• _HOW TO COMPLETE THIS TASK_
Count every line in the data that contains the word "Mapping", then report that number alone.

=-=-=

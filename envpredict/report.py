"""Reports people look at: PNG figures and one self-contained HTML page.

:func:`write_report` takes a command's JSON dictionary (the ``to_dict()`` output it
prints with ``--json``) and writes into a folder

* one PNG per figure (matplotlib, Agg canvas, imported only when a report is made),
* ``report.html`` -- figures embedded as base64 data URIs, tables of the numbers, the
  inputs and settings used, the envpredict version and the cautions; it has no
  external references and opens offline in any browser,
* ``result.json`` -- the dictionary itself,
* ``.envpredict-report`` -- the list of the files above: a later report into the same
  folder replaces only these, and refuses a folder holding anything else.

The folder is written through :func:`envpredict.outputs.atomic_directory`: it appears
whole or not at all. This module draws and lays out; it computes nothing beyond what
a figure needs (a fitted line through a plotted range). The numeric core never
imports it.

Every number shown in an HTML table carries a ``data-key`` attribute with its path in
the JSON dictionary (``"decay.t30.3"``), and the dictionary is embedded in the page as
``<script type="application/json" id="result">``, so a reader (or a test) can check
that the page shows the same numbers as the JSON.
"""

from __future__ import annotations

import base64
import datetime as _dt
import html
import io
import json
import math
import os
from collections.abc import Callable, Mapping, Sequence
from dataclasses import dataclass, field
from pathlib import Path
from typing import Any

import numpy as np

from . import checks
from . import standards as std
from .exceptions import InputError

KINDS: tuple[str, ...] = ("ir", "stipa", "fullsti", "pair", "compare", "sweep", "inspect", "survey", "design",
                          "fitmap")

KIND_TITLES: dict[str, str] = {
    "ir": "STI and decay figures from an impulse response",
    "stipa": "STIPA from a test-signal recording",
    "fullsti": "Full STI from test-signal recordings",
    "pair": "Intelligibility of a clean/degraded pair",
    "compare": "Comparison of conditions",
    "sweep": "Predicted score against SNR",
    "inspect": "Envelope, periodicity and fine structure of a recording",
    "survey": "Site survey: STI per position and zone",
    "design": "Design prediction: STI of a room and its loudspeakers",
    "fitmap": "Mapping from an index to % correct, fitted on pilot scores",
}

# ---------------------------------------------------------------------------
# Look: colours and type (a scheme of our own)
# ---------------------------------------------------------------------------

INK = "#22303c"
MUTED = "#6a7580"
GRID = "#dcd6c8"
PAPER = "#fbfaf6"
TEAL = "#17736c"
COPPER = "#c2672f"
PLUM = "#6b3e75"
STEEL = "#3d6f9e"
OCHRE = "#c9962a"
BRICK = "#a8443a"
#: sequential ramp for heat maps, dark aubergine (low) to cream (high)
HEAT_RAMP: tuple[str, ...] = ("#2e1f3b", "#6e2e52", "#b0533a", "#dd9a45", "#f6e9c8")
#: one colour per octave band, 125 Hz ... 8 kHz (low bands warm, high bands cool)
BAND_COLOURS: tuple[str, ...] = ("#a8443a", "#c2672f", "#c9962a", "#7d8f2e", "#17736c", "#3d6f9e", "#6b3e75")

DPI = 110
#: Recordings longer than this (s) are drawn as an overview: syllables are no longer
#: resolved at figure width (about 1000 pixels), so lines get thinner (judgement).
LONG_VIEW_S = 30.0


#: The report's look, applied inside :func:`_style` only (never process-wide).
STYLE: dict[str, Any] = {
    "font.size": 10.5, "axes.titlesize": 11.5, "axes.labelsize": 10.5,
    "axes.edgecolor": MUTED, "axes.labelcolor": INK, "xtick.color": INK, "ytick.color": INK,
    "text.color": INK, "axes.grid": True, "grid.color": GRID, "grid.linewidth": 0.7,
    "axes.spines.top": False, "axes.spines.right": False, "figure.facecolor": "white",
    "axes.facecolor": "white", "legend.frameon": False, "axes.titleweight": "bold",
    "axes.titlelocation": "left",
    # labels are shown as typed: a '$' in a condition name is not mathematics
    "text.usetex": False, "text.parse_math": False,
}


def _style():
    """A context in which the report's figures are drawn; the caller's matplotlib
    settings are restored on exit (``matplotlib.rc_context``)."""
    import matplotlib

    return matplotlib.rc_context(STYLE)


def _mpl():
    """matplotlib's Figure and Agg canvas (no pyplot: no global state, no display).

    Call inside :func:`_style`: figures take the report's look from there.
    """
    from matplotlib.backends.backend_agg import FigureCanvasAgg
    from matplotlib.figure import Figure

    def new(w: float, h: float, **kw):
        fig = Figure(figsize=(w, h), dpi=DPI, **kw)
        FigureCanvasAgg(fig)
        return fig

    return new


def _heat_cmap():
    from matplotlib.colors import LinearSegmentedColormap

    return LinearSegmentedColormap.from_list("envpredict_heat", list(HEAT_RAMP))


def _text_colour(rgba) -> str:
    r, g, b = rgba[:3]
    return INK if 0.299 * r + 0.587 * g + 0.114 * b > 0.55 else "white"


def _band_label(fc: float) -> str:
    from .labels import band_label

    return band_label(fc)


def _arr(v: Any) -> np.ndarray:
    """JSON list (with nulls) -> float array with NaN."""
    if v is None:
        return np.array([], dtype=float)
    return np.array(_nan_for_none(v), dtype=float)


def _nan_for_none(v: Any) -> Any:
    if isinstance(v, (list, tuple)):
        return [_nan_for_none(e) for e in v]
    return np.nan if v is None else v


@dataclass
class Figure:
    name: str          # file name without suffix
    caption: str
    png: bytes
    #: the axis and colour-bar labels drawn (checked against the vocabulary, listed in the glossary)
    labels: list[str] = field(default_factory=list)


@dataclass
class Cell:
    text: str
    key: str | None = None   # JSON path of the number shown ("decay.t30.3")
    cls: str = ""


@dataclass
class Table:
    title: str
    header: list[str]
    rows: list[list[Cell]]
    note: str = ""


@dataclass
class Page:
    headline: list[tuple[str, Cell]] = field(default_factory=list)
    figures: list[Figure] = field(default_factory=list)
    tables: list[Table] = field(default_factory=list)
    notes: list[str] = field(default_factory=list)   # e.g. figures left out and why


def _fig(name: str, caption: str, fig) -> Figure:
    """The :class:`Figure` of a drawn matplotlib figure, with the axis and colour-bar labels it shows."""
    labels = [t for ax in fig.axes for t in (ax.get_xlabel(), ax.get_ylabel()) if t]
    return Figure(name, caption, _png(fig), labels)


def _term(key: str) -> str:
    from .labels import header

    return header(key)


def _spec(key: str) -> str:
    """The format of a quantity's numbers: the vocabulary's decimals (as the terminal shows them)."""
    from .labels import term

    d = term(key).decimals
    return "g" if d is None else f".{d}f"


def _name(key: str) -> str:
    from .labels import name

    return name(key)


def _png(fig) -> bytes:
    buf = io.BytesIO()
    fig.savefig(buf, format="png", dpi=DPI, bbox_inches="tight", pad_inches=0.15, facecolor="white")
    return buf.getvalue()


def _get(d: Mapping, path: str) -> Any:
    cur: Any = d
    for part in path.split("."):
        if isinstance(cur, Mapping):
            cur = cur[part]
        else:
            cur = cur[int(part)]
    return cur


def num(d: Mapping, path: str, spec: str = ".2f", unit: str = "") -> Cell:
    """A table cell showing the number at ``path`` of ``d`` (a dash where it is null)."""
    try:
        v = _get(d, path)
    except (KeyError, IndexError, TypeError, ValueError):
        return Cell("—")
    if v is None or (isinstance(v, float) and not math.isfinite(v)):
        return Cell("—", path, "na")
    if isinstance(v, bool) or not isinstance(v, (int, float)):
        return Cell(html.escape(str(v)))
    if spec.endswith("%"):  # a fraction shown as a percentage, "44 %"
        return Cell(f"{100 * float(v):{spec[:-1]}f} %", path)
    return Cell(format(float(v), spec) + (f" {unit}" if unit else ""), path)


def txt(v: Any) -> Cell:
    return Cell("—" if v is None else html.escape(str(v)))


# ---------------------------------------------------------------------------
# Figures shared by the STI kinds
# ---------------------------------------------------------------------------

def _mtf_heatmap(d: Mapping, stipa: bool) -> Figure:
    new = _mpl()
    m = _arr(d["mtf"])
    bands = list(d.get("bands_hz", std.OCTAVE_BANDS_HZ))
    mod = d.get("modulation_hz", std.MODULATION_FREQUENCIES_HZ)
    per_band = bool(mod) and isinstance(mod[0], (list, tuple))
    if per_band and all(list(row) == list(mod[0]) for row in mod):
        mod, per_band = list(mod[0]), False  # the same frequencies in every band (full STI)
    nb, nf = m.shape
    wide = nf > 4
    fig = new(10.0 if wide else 6.4, 4.6)
    ax = fig.add_subplot(111)
    ax.grid(False)
    im = ax.imshow(m, cmap=_heat_cmap(), vmin=0.0, vmax=1.0, aspect="auto", origin="lower")
    for i in range(nb):
        for j in range(nf):
            v = m[i, j]
            if not np.isfinite(v):
                continue
            label = f"{v:.2f}"
            if per_band:
                label += f"\n{mod[i][j]:g} Hz"
            ax.text(j, i, label, ha="center", va="center", fontsize=8.5 if wide else 10,
                    color=_text_colour(im.cmap(im.norm(v))))
    used = list(d.get("bands_used") or [True] * nb)
    ax.set_yticks(range(nb), [_band_label(f) + ("" if u else "\n(not used)") for f, u in zip(bands, used)])
    ax.set_ylabel("octave band")
    if per_band:
        ax.set_xticks(range(nf), ["lower modulation\nfrequency", "upper modulation\nfrequency"][:nf] if nf == 2
                      else [f"#{j + 1}" for j in range(nf)])
        ax.set_xlabel("modulation frequency (each band's own f1 and f2: the value shown under m)")
    else:
        ax.set_xticks(range(nf), [f"{f:g}" for f in mod])
        ax.set_xlabel("modulation frequency, Hz")
    cb = fig.colorbar(im, ax=ax, fraction=0.04, pad=0.02)
    cb.set_label("m (modulation transfer: 0 = lost, 1 = kept)")
    corr = "after noise and auditory corrections" if d.get("auditory_corrections", True) else "after noise correction"
    ax.set_title(f"Modulation transfer used for the index ({corr})")
    return _fig("mtf", "Modulation transfer m per octave band (rows) and modulation frequency (columns): "
                  "each cell is the fraction of the speech envelope's modulation that survives the path to "
                  "the listener, written in the cell and coloured from dark (0, lost) to cream (1, kept).", fig)


def _ti_figure(d: Mapping) -> Figure:
    new = _mpl()
    bands = list(d.get("bands_hz", std.OCTAVE_BANDS_HZ))
    mti = _arr(d["mti"])
    used = list(d.get("bands_used") or [True] * len(mti))
    mti = np.where(used, mti, np.nan)  # an unused band (female 125 Hz) gets no bar
    sti = d.get("sti")
    fig = new(10.0, 4.4)
    gs = fig.add_gridspec(1, 2, width_ratios=[5.2, 1.0], wspace=0.08)
    ax = fig.add_subplot(gs[0])
    x = np.arange(len(bands))
    # one colour: a bar's height is the MTI, its colour says nothing more
    bars = ax.bar(x, np.nan_to_num(mti), color=TEAL, width=0.66)
    for b, v, u in zip(bars, mti, used):
        if not u:
            ax.text(b.get_x() + b.get_width() / 2, 0.02, "not\nused", ha="center", va="bottom", fontsize=9,
                    color=MUTED)
        elif np.isfinite(v):
            inside = v > 0.12
            ax.text(b.get_x() + b.get_width() / 2, v - 0.025 if inside else v + 0.02, f"{v:.2f}",
                    ha="center", va="top" if inside else "bottom", fontsize=10.5, fontweight="bold",
                    color="white" if inside else INK)
    ax.set_xticks(x, [_band_label(f) for f in bands])
    ax.set_xlabel("octave band")
    ax.set_ylabel("MTI (0 to 1)")
    ax.set_ylim(0, 1.08)
    ax.grid(axis="x", visible=False)
    if sti is not None:
        ax.axhline(sti, color=INK, lw=1.4, ls="--", label=f"STI {sti:.2f} (weighted over the bands)")
    req = d.get("requirement")
    if isinstance(req, (int, float)):
        ax.axhline(req, color=BRICK, lw=1.6, ls=":", label=f"required STI {req:g}")
    if sti is not None or isinstance(req, (int, float)):
        ax.legend(loc="upper right", fontsize=10)
    ax.set_title("Transmission index per octave band")
    # qualification band scale
    sc = fig.add_subplot(gs[1])
    sc.grid(False)
    qb = [(lab, lo) for lab, lo, _ in std.QUALIFICATION_BANDS]
    from matplotlib.colors import LinearSegmentedColormap

    ramp = LinearSegmentedColormap.from_list("qb", [BRICK, OCHRE, TEAL])
    # the ladder shares the bar chart's vertical scale, so the STI line and the arrow meet
    top = 1.0
    for lab, lo in qb:
        frac = (max(lo, 0.20) - 0.20) / (0.80 - 0.20)
        sc.add_patch(_rect((0, lo), 1, top - lo, ramp(min(1, max(0, frac))), alpha=0.9))
        sc.text(0.5, (lo + top) / 2, lab, ha="center", va="center", fontsize=8.5 if top - lo < 0.05 else 9.5,
                color="white", fontweight="bold")
        top = lo
    sc.set_xlim(0, 1)
    sc.set_ylim(*ax.get_ylim())
    sc.set_xticks([])
    sc.yaxis.tick_right()
    sc.yaxis.set_label_position("right")
    sc.set_ylabel("STI")
    sc.spines["left"].set_visible(False)
    sc.spines["right"].set_visible(True)
    if isinstance(req, (int, float)):
        sc.axhline(req, color=BRICK, lw=1.6, ls=":")
    if sti is not None:
        y = sti
        sc.axhline(y, color=INK, lw=2.4)
        sc.plot([0.0], [y], marker=">", ms=11, color=INK, clip_on=False, zorder=5)
    from .labels import rating_text

    sc.set_title(rating_text(d.get("rating"), d.get("subjective")), loc="center", fontsize=10.5)
    return _fig("transmission_index", "Modulation transfer index (MTI, 0 to 1) per octave band (bars, one "
                  "colour), the STI (dashed: the weighted combination of the bands) and, on the same vertical "
                  "scale at the right, the qualification bands of IEC 60268-16 Annex F (A+ best, U below 0.36) "
                  "with the arrow at the STI.", fig)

=-=-=

• _SOLUTION_
7